There is only one thing that gets on my nerves faster than an overcooked steak and that is lukewarm, bad and uninspiring communication. My big problem is that the world is so full of it. Pointless messages and newsletters filled with amazing nothingness hit me with the relentless beat of a toddler with drumsticks on Red Bull.
Most of this stuff is dull, boring, re-chewed, flat and ugly. It insults my intelligence. It hurts my feelings. It makes me a bit sad, angry and borderline aggressive. If one tries to communicate with me (a social behavior I enthusiastically encourage), why not at least try to give it the appearance of actually giving a fuck? (pardon my French). Have we met? Do you know who I am? What I stand for? What I do? What makers me tick? What keeps me awake at night?

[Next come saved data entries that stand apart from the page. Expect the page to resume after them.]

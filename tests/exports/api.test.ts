/**
 * Assessing a historian export in the console (issue: every loop gets a verdict from routine data,
 * offline from a historian export), on MariaDB and the loopback object store: an engineer uploads
 * a labelled DEV recording of simulators/benchmark as the historian would export it, on a loop whose
 * stored settings are that recording's; the console's assessment is the offline command's
 * (`npm run -s assess -- FILE --config LOOP.json --json`, run as a child process on the same file and
 * the same settings), it is kept in the loop's record and listed; viewers read, only engineers
 * upload; a bad file gets a 422 naming its line and stores nothing; another tenant's loop is 404.
 */
import { execFileSync } from "node:child_process";
import fs from "node:fs";
import os from "node:os";
import path from "node:path";
import { ListObjectsV2Command } from "@aws-sdk/client-s3";
import { afterAll, beforeAll, describe, expect, it, vi } from "vitest";
import { getConfig, publicOrigin } from "@/lib/config";
import { loadAssessmentConfigs } from "@/lib/data/assessment-configs";
import { setServerContext } from "@/lib/data/server-context";
import type { Role } from "@/lib/domain/types";
import { Bus, systemClock, type ServerContext } from "@/server/context";
import { startObjectStore, type ObjectStoreService } from "@/server/objectstore";
import { benchmarkPlan, generateRecording } from "@/simulators/benchmark/generate";
import { recordingCsv } from "@/simulators/benchmark/files";
import { createFixture, type Fixture } from "../alarms/helpers";
import { createTestDatabase, type TestDatabase } from "../setup/db";
import { signInAs } from "@/tests/helpers/guard-stand-in";

vi.mock("@/lib/auth/guard", async () => (await import("@/tests/helpers/guard-stand-in")).guardStandIn());

const listRoute = await import("@/app/api/loops/[loopId]/exports/route");
const oneRoute = await import("@/app/api/loops/[loopId]/exports/[exportId]/route");
const dataRoute = await import("@/app/api/loops/[loopId]/exports/[exportId]/data/route");

let db: TestDatabase;
let fx: Fixture;
let store: ObjectStoreService;
let ctx: ServerContext;

const plan = benchmarkPlan();
const rec = generateRecording("dev", plan.find((p) => p.label === "valve-stiction")!.index);
const CSV = recordingCsv(rec.samples, rec.config, { startIso: "2026-11-30T06:00:00Z" });

const url = (p: string) => `http://127.0.0.1${p}`;
const as = (role: Role | "outsider") => signInAs(role === "outsider" ? fx.outsider : fx.users[role]);
const lp = (loopId: number) => ({ params: Promise.resolve({ loopId: String(loopId) }) });
const ep = (loopId: number, exportId: number | string) => ({ params: Promise.resolve({ loopId: String(loopId), exportId: String(exportId) }) });
function upload(loopId: number, content: string, filename = "fic101-week48.csv"): Request {
  const form = new FormData();
  form.set("file", new Blob([content], { type: "text/csv" }), filename);
  return new Request(url(`/api/loops/${loopId}/exports`), { method: "POST", headers: { origin: publicOrigin() }, body: form });
}
async function objectKeys(): Promise<string[]> {
  const r = await store.client.send(new ListObjectsV2Command({ Bucket: store.bucket }));
  return (r.Contents ?? []).map((c) => c.Key!).sort();
}
const rows = async () => Number(((await db.sequelize.query("SELECT COUNT(*) AS n FROM export_assessments", { type: "SELECT" })) as { n: number }[])[0]!.n);

beforeAll(async () => {
  db = await createTestDatabase("exports", { asDefault: true });
  fx = await createFixture(db.models);
  ctx = { config: getConfig({ NODE_ENV: "test" }), io: null, bus: new Bus(), clock: systemClock, services: new Map() };
  store = await startObjectStore(ctx, { port: 0 });
  ctx.services.set(store.name, store);
  setServerContext(ctx);
  // the loop's stored settings are the recording's (range, period, tuning in seconds, no dead time)
  const c = rec.config;
  await db.sequelize.query(
    "UPDATE loops SET telemetry_period_s = ?, pv_lo = ?, pv_hi = ?, kind = ?, gain_kind = 'gain', gain_value = ?, ti_value = ?, ti_units = 's', td_value = 0, action = ?, mv_lo = 0, mv_hi = 100, mv_limit_lo = NULL, mv_limit_hi = NULL, dead_time_s = NULL WHERE id = ?",
    { replacements: [c.samplePeriodS, c.pvLo, c.pvHi, c.kind, c.controller.kp, c.controller.ti, c.controller.action, fx.loopId] },
  );
}, 120_000);
afterAll(async () => {
  setServerContext(null);
  await store?.stop();
  await db?.drop();
});

describe("assessing a historian export in the console", () => {
  let id = 0;

  it("an engineer's upload is assessed as `npm run assess` assesses the same file with the loop's settings, and kept (201)", async () => {
    as("engineer");
    const res = await listRoute.POST(upload(fx.loopId, CSV), lp(fx.loopId));
    expect(res.status).toBe(201);
    const body = (await res.json()) as { export: { id: number; rowCount: number; startsAt: string | null; label: string; confidence: number; report: { diagnosis: { label: string; confidence: number }; cautions: string[] }; pvMv: unknown[] } };
    id = body.export.id;
    expect(body.export.rowCount).toBe(rec.samples.length);
    expect(body.export.startsAt).toBe("2026-11-30T06:00:00.000Z");
    expect(body.export.pvMv.length).toBeGreaterThan(100);
    // The offline command on the same bytes and the loop's stored settings as LOOP.json.
    const { loops } = await loadAssessmentConfigs(db.sequelize, fx.loopId);
    const dir = fs.mkdtempSync(path.join(os.tmpdir(), "rg-export-"));
    fs.writeFileSync(path.join(dir, "x.csv"), CSV);
    fs.writeFileSync(path.join(dir, "loop.json"), JSON.stringify(loops[0]!.config));
    const out = execFileSync("node", ["--import", "tsx", "scripts/assess.ts", path.join(dir, "x.csv"), "--config", path.join(dir, "loop.json"), "--json"], { encoding: "utf8" });
    fs.rmSync(dir, { recursive: true, force: true });
    const cli = JSON.parse(out.trim().split("\n").at(-1)!) as { diagnosis: { label: string; confidence: number; evidence: string[] } };
    expect(body.export.report.diagnosis).toEqual(cli.diagnosis);
    expect(body.export.label).toBe(cli.diagnosis.label);
    // the DEV recording's label (a sticking valve) is what the assessment reads on it (DEV is right 142/160; this one is)
    expect(body.export.label).toBe("valve-stiction");
    expect((await objectKeys()).filter((k) => k.includes(`/loops/${fx.loopId}/exports/`))).toHaveLength(1);
  });

  it("the loop's record lists it and a viewer reads it; an operator or viewer may not upload", async () => {
    as("viewer");
    const list = (await (await listRoute.GET(new Request(url(`/api/loops/${fx.loopId}/exports`)), lp(fx.loopId))).json()) as { exports: { id: number; filename: string; label: string }[] };
    expect(list.exports.map((e) => [e.id, e.filename, e.label])).toEqual([[id, "fic101-week48.csv", "valve-stiction"]]);
    const one = await oneRoute.GET(new Request(url(`/api/loops/${fx.loopId}/exports/${id}`)), ep(fx.loopId, id));
    expect(one.status).toBe(200);
    expect(((await one.json()) as { export: { report: { diagnosis: { label: string } } } }).export.report.diagnosis.label).toBe("valve-stiction");
    // the original file, byte for byte
    const file = await dataRoute.GET(new Request(url(`/api/loops/${fx.loopId}/exports/${id}/data`)), ep(fx.loopId, id));
    expect(file.status).toBe(200);
    expect(file.headers.get("content-disposition")).toContain("fic101-week48.csv");
    expect(Buffer.from(await file.arrayBuffer()).equals(Buffer.from(CSV))).toBe(true);
    for (const role of ["viewer", "operator"] as const) {
      as(role);
      expect((await listRoute.POST(upload(fx.loopId, CSV), lp(fx.loopId))).status).toBe(403);
    }
  });

  it("a bad file gets a 422 naming its line and stores nothing", async () => {
    as("engineer");
    const before = { rows: await rows(), keys: (await objectKeys()).length };
    const lines = CSV.split("\n");
    lines[5] = lines[5]!.replace(/,[^,]*$/, ",not-a-mode").replace(/^([^,]*),[^,]*/, "$1,abc");
    const res = await listRoute.POST(upload(fx.loopId, lines.join("\n"), "broken.csv"), lp(fx.loopId));
    expect(res.status).toBe(422);
    const body = (await res.json()) as { error: string };
    expect(body.error).toMatch(/line 6\b/i);
    expect(await rows()).toBe(before.rows);
    expect((await objectKeys()).length).toBe(before.keys);
  });

  it("another tenant's loop and another loop's export are 404", async () => {
    as("outsider");
    expect((await listRoute.GET(new Request(url(`/api/loops/${fx.loopId}/exports`)), lp(fx.loopId))).status).toBe(404);
    expect((await oneRoute.GET(new Request(url(`/api/loops/${fx.loopId}/exports/${id}`)), ep(fx.loopId, id))).status).toBe(404);
    expect((await dataRoute.GET(new Request(url(`/api/loops/${fx.loopId}/exports/${id}/data`)), ep(fx.loopId, id))).status).toBe(404);
    as("engineer");
    expect((await oneRoute.GET(new Request(url(`/api/loops/${fx.otherLoopId}/exports/${id}`)), ep(fx.otherLoopId, id))).status).toBe(404);
  });
});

I can’t blame you if the answer on the above questions is “no”. It makes you even a fascinating part of an intriguing unknown realm I am yet to discover…. But I blame you for not even trying, not making the slightest effort, not spending an ounce of elbow grease, not firing up a couple of rusty neurons…
Joshua sent me this, on LinkedIn, today:
“Hi [insert name]. I came across [insert website URL] and I loved it. Would you like me to help you with inbound marketing and suitable content to sell your products better? By operating as an extension of your team, we focus on creating high-quality, consistent, and on-brand content, and scale our efforts based on your business needs and at very competitive prices. I wonder if you’d like to have an introductory call to talk about your possible needs in our services? Would tomorrow at 14:00 work for you?”
I’m not [insert name], and surely you can do better than renaming my website [insert website URL]. If your knowledge on inbound marketing matches your ability to handle your CRM, I will not touch it with a mile-long stick. You would do my “on-brand content” ?
I don’t think so… I wish you, dear Joshua, a suitable cramp in your left testicle and very short arms.
This. Is. SO. Spot. On. I’m particularly taken with the last line – “I wish you, dear Joshua, a suitable cramp in your left testicle and very short arms.”